→ Exercise
Scan the data below. Pull out each line where "scalars" occurs.

*** The input Section Begins ***

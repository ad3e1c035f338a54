/**
 * A theory file → Theory: YAML, declarations, Lagrangian, relations, matter. Independent faults are reported together;
 * what only follows from another fault (a name unknown because its declaration is broken) is not.
 */

import { INTERNAL, internalWith, translate } from './conventions.js';
import { type Diagnostic, errorAt, InputError, warningAt } from './diagnostics.js';
import { readLagrangian } from './lagrangian.js';
import { MAX_DIAGNOSTICS, MAX_TEXT } from './limits.js';
import { reservedMeaning } from './names.js';
import { type Passage, plainPassage } from './passage.js';
import { readAssumptions } from './read-assumptions.js';
import { readConstraints } from './read-constraints.js';
import { readConventions } from './read-conventions.js';
import { readMatter } from './read-matter.js';
import { couplingTerms, declareSpins, internalSpin, readSpins } from './read-spins.js';
import {
  type Declarations,
  declareUnits,
  type MatterDeclaration,
  namedSymbols,
  readConstants,
  readScales,
} from './read-symbols.js';
import { readTensors } from './read-tensors.js';
import { parseRelation, relationToMass } from './scalar.js';
import { slugOf } from './slug.js';
import type { DeclaredTensor, LagrangianTerm, MatterComponent, Relation, Theory, TheorySymbol } from './theory.js';
import { PLANCK_MASS, UNIT_SYMBOLS, type Units } from './units.js';
import { asRecord, asText } from './yaml-shape.js';
import { readYaml, type YamlNode } from './yaml-source.js';
import { passageOf } from './yaml-text.js';

const KEYS = {
  required: ['untwist', 'name', 'lagrangian'],
  optional: [
    'conventions',
    'constants',
    'scales',
    'impose',
    'assume',
    'constrain',
    'matter',
    'geometry',
    'symbols',
    'tensors',
  ],
};
const DEFAULT_GEOMETRY = 'flrw';
const MAX_TITLE = 200;

export interface TheoryOptions {
  /** Relations of the command line (`--set`), applied after those of the file. */
  readonly set?: readonly string[];
  /** Assumptions of the command line (`--assume`), beside those of the file. */
  readonly assume?: readonly string[];
}

/**
 * The theory that a file describes.
 * @param file its name, for messages.
 * @throws InputError with every error found, at most MAX_DIAGNOSTICS; codes in docs/errors.md.
 */
export function readTheory(text: string, file: string, options: TheoryOptions = {}): Theory {
  const problems: Diagnostic[] = [];
  const warnings: Diagnostic[] = [];
  const values = asRecord(readYaml(text, file), 'a theory file', KEYS, problems);
  const read = <T>(key: string, reader: (node: YamlNode) => T, otherwise: T): T => {
    const node = values.get(key);
    return node === undefined ? otherwise : reader(node);
  };
  read('untwist', (node) => checkVersion(node, problems), undefined);
  const name = read('name', (node) => readName(node, problems), 'theory');
  const conventions = read('conventions', (node) => readConventions(node, problems), INTERNAL);
  const declarations: Declarations = new Map();
  read('constants', (node) => readConstants(node, declarations, problems), undefined);
  read('scales', (node) => readScales(node, declarations, problems), undefined);
  const { units } = conventions;
  read('conventions', (node) => declareUnits(units, node.origin, declarations, problems), undefined);
  const components = read('matter', (node) => readMatter(node, declarations, problems), []);
  const spinItems = declareSpins(values.get('matter'), declarations, problems);
  const tensors = read('tensors', (node) => readTensors(node, declarations, problems), []);
  refuseUnitDensities(values.get('matter'), components, units, problems);
  const geometryNode = values.get('geometry');
  const geometry = read('geometry', (node) => readGeometryName(node, problems), DEFAULT_GEOMETRY);

  // An unknown name may only follow from a fault among the declarations, or from a misspelt key.
  const declarationsStand = !problems.some((p) => CAN_HIDE_NAMES.has(p.code));
  const keep = (more: readonly Diagnostic[]): void => {
    problems.push(...more.filter((p) => declarationsStand || !NAME_FAULTS.has(p.code)));
  };
  const { symbols: named, matter } = namedSymbols(values.get('symbols'), declarations, components, problems, warnings);
  const typed = read('lagrangian', (node) => readTerms(node, named, tensors, keep, warnings), []);
  const typedRelations = readRelations(values.get('impose'), options.set ?? [], named, matter, keep);
  const assumptions = readAssumptions(values.get('assume'), options.assume ?? [], named, matter, units, keep);
  const typedConstraints = readConstraints(values.get('constrain'), named, tensors, keep);
  const typedSpins = readSpins(spinItems, named, tensors, keep);
  if (problems.length > 0) throw new InputError(limited(inOrder(problems)));
  const everywhere = [...typed, ...typedConstraints.flatMap((c) => c.terms), ...typedSpins.flatMap(couplingTerms)];
  warnings.push(...unusedWarnings(declarations, units, tensors, everywhere, typedRelations));
  const { signature } = conventions;
  const constraints = typedConstraints.map((c) => ({
    ...c,
    terms: translate(c.terms, conventions, internalWith(signature)),
  }));
  const spins = typedSpins.map((s) => internalSpin(s, conventions));
  const lagrangian = translate(typed, conventions, internalWith(signature));
  if (lagrangian.length === 0) {
    const place = values.get('lagrangian')!.origin;
    throw new InputError([
      errorAt(place, 'empty-lagrangian', 'the Lagrangian is zero', `its terms cancel in the units ${units}`),
    ]);
  }
  const relations = typedRelations.map((relation) => relationToMass(relation, units));
  const used = usedNames(
    [...lagrangian, ...constraints.flatMap((c) => c.terms), ...spins.flatMap(couplingTerms)],
    [...relations, ...assumptions],
  );
  const isUnit = ({ name: n }: TheorySymbol): boolean => unitNames(units).includes(n) && !used.has(n);
  return {
    name,
    slug: slugOf(name),
    conventions,
    signature,
    symbols: named.filter((s) => !isUnit(s)),
    unitSymbols: named.filter(isUnit),
    tensors,
    lagrangian,
    relations,
    ...(assumptions.length > 0 ? { assumptions } : {}),
    matter,
    ...(constraints.length > 0 ? { constraints } : {}),
    ...(spins.length > 0 ? { spins } : {}),
    geometry,
    ...(geometryNode ? { geometryOrigin: geometryNode.origin } : {}),
    warnings: inOrder(warnings),
  };
}

const unitNames = (units: Units): readonly string[] => UNIT_SYMBOLS[units].map((symbol) => symbol.name);

function refuseUnitDensities(
  node: YamlNode | undefined,
  matter: readonly MatterDeclaration[],
  units: Units,
  problems: Diagnostic[],
): void {
  const density = matter.find((m) => unitNames(units).includes(m.density))?.density;
  if (node === undefined || density === undefined) return;
  const message = `${density} is a unit and no energy density`;
  problems.push(errorAt(node.origin, 'unit-symbol', message, 'give the vacuum density another name'));
}

function usedNames(
  lagrangian: readonly LagrangianTerm[],
  relations: readonly Pick<Relation, 'left' | 'right'>[],
): ReadonlySet<string> {
  const scalars = [...lagrangian.map((t) => t.scalar), ...relations.flatMap((r) => [...r.left, ...r.right])];
  return new Set(scalars.flatMap(({ powers }) => powers.map(([name]) => name)));
}

const CAN_HIDE_NAMES = new Set(['unknown-key', 'wrong-kind', 'bad-name', 'unknown-matter', 'missing-key', 'bad-slots']);
const NAME_FAULTS = new Set(['unknown-symbol', 'unknown-tensor']);

function checkVersion(node: YamlNode, problems: Diagnostic[]): void {
  const version = asText(node, 'untwist', problems)?.text.trim();
  if (version === undefined || version === '1') return;
  const message = `untwist: ${version.slice(0, 40)} is not a version of the file format`;
  problems.push(errorAt(node.origin, 'bad-version', message, 'write untwist: 1'));
}

function readName(node: YamlNode, problems: Diagnostic[]): string {
  const name = asText(node, 'name', problems)?.text.trim().replace(/\s+/g, ' ') ?? 'theory';
  const fault = (message: string, hint: string): void => {
    problems.push(errorAt(node.origin, 'bad-title', message, hint));
  };
  if (name.length > MAX_TITLE) fault(`the name has more than ${MAX_TITLE} characters`, 'choose a shorter one');
  if (/\p{Cc}/u.test(name)) fault('the name contains a control character', 'remove it');
  return name;
}

function readGeometryName(node: YamlNode, problems: Diagnostic[]): string {
  const name = asText(node, 'geometry', problems)?.text.trim() ?? DEFAULT_GEOMETRY;
  if (!/^[a-z0-9-]{1,64}$/.test(name)) {
    const message = `${JSON.stringify(name.slice(0, 40))} is not the name of a geometry`;
    problems.push(
      errorAt(node.origin, 'bad-geometry', message, 'a name in small letters, digits and hyphens, such as flrw'),
    );
  }
  return name;
}

function readTerms(
  node: YamlNode,
  symbols: readonly TheorySymbol[],
  tensors: readonly DeclaredTensor[],
  keep: (found: readonly Diagnostic[]) => void,
  warnings: Diagnostic[],
): readonly LagrangianTerm[] {
  const problems: Diagnostic[] = [];
  const empty = node.kind === 'text' && node.text.trim() === '';
  const text = empty ? node : asText(node, 'lagrangian', problems);
  keep(problems);
  if (text === undefined) return [];
  try {
    const reading = readLagrangian(passageOf(text), symbols, tensors);
    warnings.push(...reading.warnings);
    return reading.terms;
  } catch (error) {
    if (!(error instanceof InputError)) throw error;
    keep(error.diagnostics);
    return [];
  }
}

function readRelations(
  impose: YamlNode | undefined,
  set: readonly string[],
  symbols: readonly TheorySymbol[],
  matter: readonly MatterComponent[],
  keep: (found: readonly Diagnostic[]) => void,
): readonly Relation[] {
  const problems: Diagnostic[] = [];
  const passages: Passage[] = [];
  for (const node of impose?.kind === 'list' ? impose.items : impose === undefined ? [] : [impose]) {
    const text = asText(node, 'a relation', problems);
    if (text !== undefined) passages.push(passageOf(text));
  }
  for (const text of set) {
    if (text.length <= MAX_TEXT) passages.push(plainPassage(text, '--set'));
    else
      problems.push({
        code: 'size-limit',
        severity: 'error',
        message: `a relation has more than ${MAX_TEXT} characters`,
        file: '--set',
      });
  }
  const names = [...symbols.map((s) => s.name), ...matter.map((m) => m.density), 'k'];
  const known = new Set(names);
  const options = {
    isSymbol: (name: string) => known.has(name),
    names,
    explain: (name: string) => {
      const meaning = reservedMeaning(name);
      if (meaning === undefined) return undefined;
      if (name.startsWith('rho_')) return `${name} is not the density of a matter component of this theory`;
      return `${name} stands for ${meaning}; a relation is between constants`;
    },
  };
  const relations: Relation[] = [];
  for (const passage of passages) {
    try {
      relations.push(parseRelation(passage, options));
    } catch (error) {
      if (!(error instanceof InputError)) throw error;
      problems.push(...error.diagnostics);
    }
  }
  keep(problems);
  return relations;
}

/** Constants, scales and tensors that occur neither in the Lagrangian nor in a relation. */
function unusedWarnings(
  declarations: Declarations,
  units: Units,
  tensors: readonly DeclaredTensor[],
  lagrangian: readonly LagrangianTerm[],
  relations: readonly Relation[],
): readonly Diagnostic[] {
  const used = usedNames(lagrangian, relations);
  // M defines the Friedmann form whether the Lagrangian contains it or not.
  const needless = new Set([PLANCK_MASS, ...unitNames(units)]);
  const unused = [...declarations.values()].filter(
    ({ name, role }) => !used.has(name) && role !== 'vacuum' && role !== 'spin' && !needless.has(name),
  );
  const heads = new Set(lagrangian.flatMap((t) => t.factors.map((f) => f.head)));
  const idle = tensors.flatMap(({ name, origin }) =>
    origin === undefined || heads.has(name) ? [] : [{ name, origin, role: 'tensor' }],
  );
  return [...unused, ...idle].map(({ name, role, origin }) =>
    warningAt(origin, 'unused-symbol', `the ${role} ${name} is declared but not used`, 'remove it, or use it'),
  );
}

/** Those of the file by place, then those of --set. */
function inOrder(diagnostics: readonly Diagnostic[]): readonly Diagnostic[] {
  const late = (d: Diagnostic): number => (d.file?.startsWith('--') ? 1 : 0);
  return [...diagnostics].sort((a, b) => late(a) - late(b) || (late(a) === 0 ? (a.start ?? 0) - (b.start ?? 0) : 0));
}

function limited(diagnostics: readonly Diagnostic[]): readonly Diagnostic[] {
  const rest = diagnostics.length - MAX_DIAGNOSTICS;
  if (rest <= 0) return diagnostics;
  const { file } = diagnostics[0]!;
  const message = `${rest} more errors are not shown`;
  const more: Diagnostic = { code: 'more-errors', severity: 'error', message, ...(file === undefined ? {} : { file }) };
  return [...diagnostics.slice(0, MAX_DIAGNOSTICS), more];
}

*** The input Section Ends ***

→ Result for this exercise
  const scalars = [...lagrangian.map((t) => t.scalar), ...relations.flatMap((r) => [...r.left, ...r.right])];
  return new Set(scalars.flatMap(({ powers }) => powers.map(([name]) => name)));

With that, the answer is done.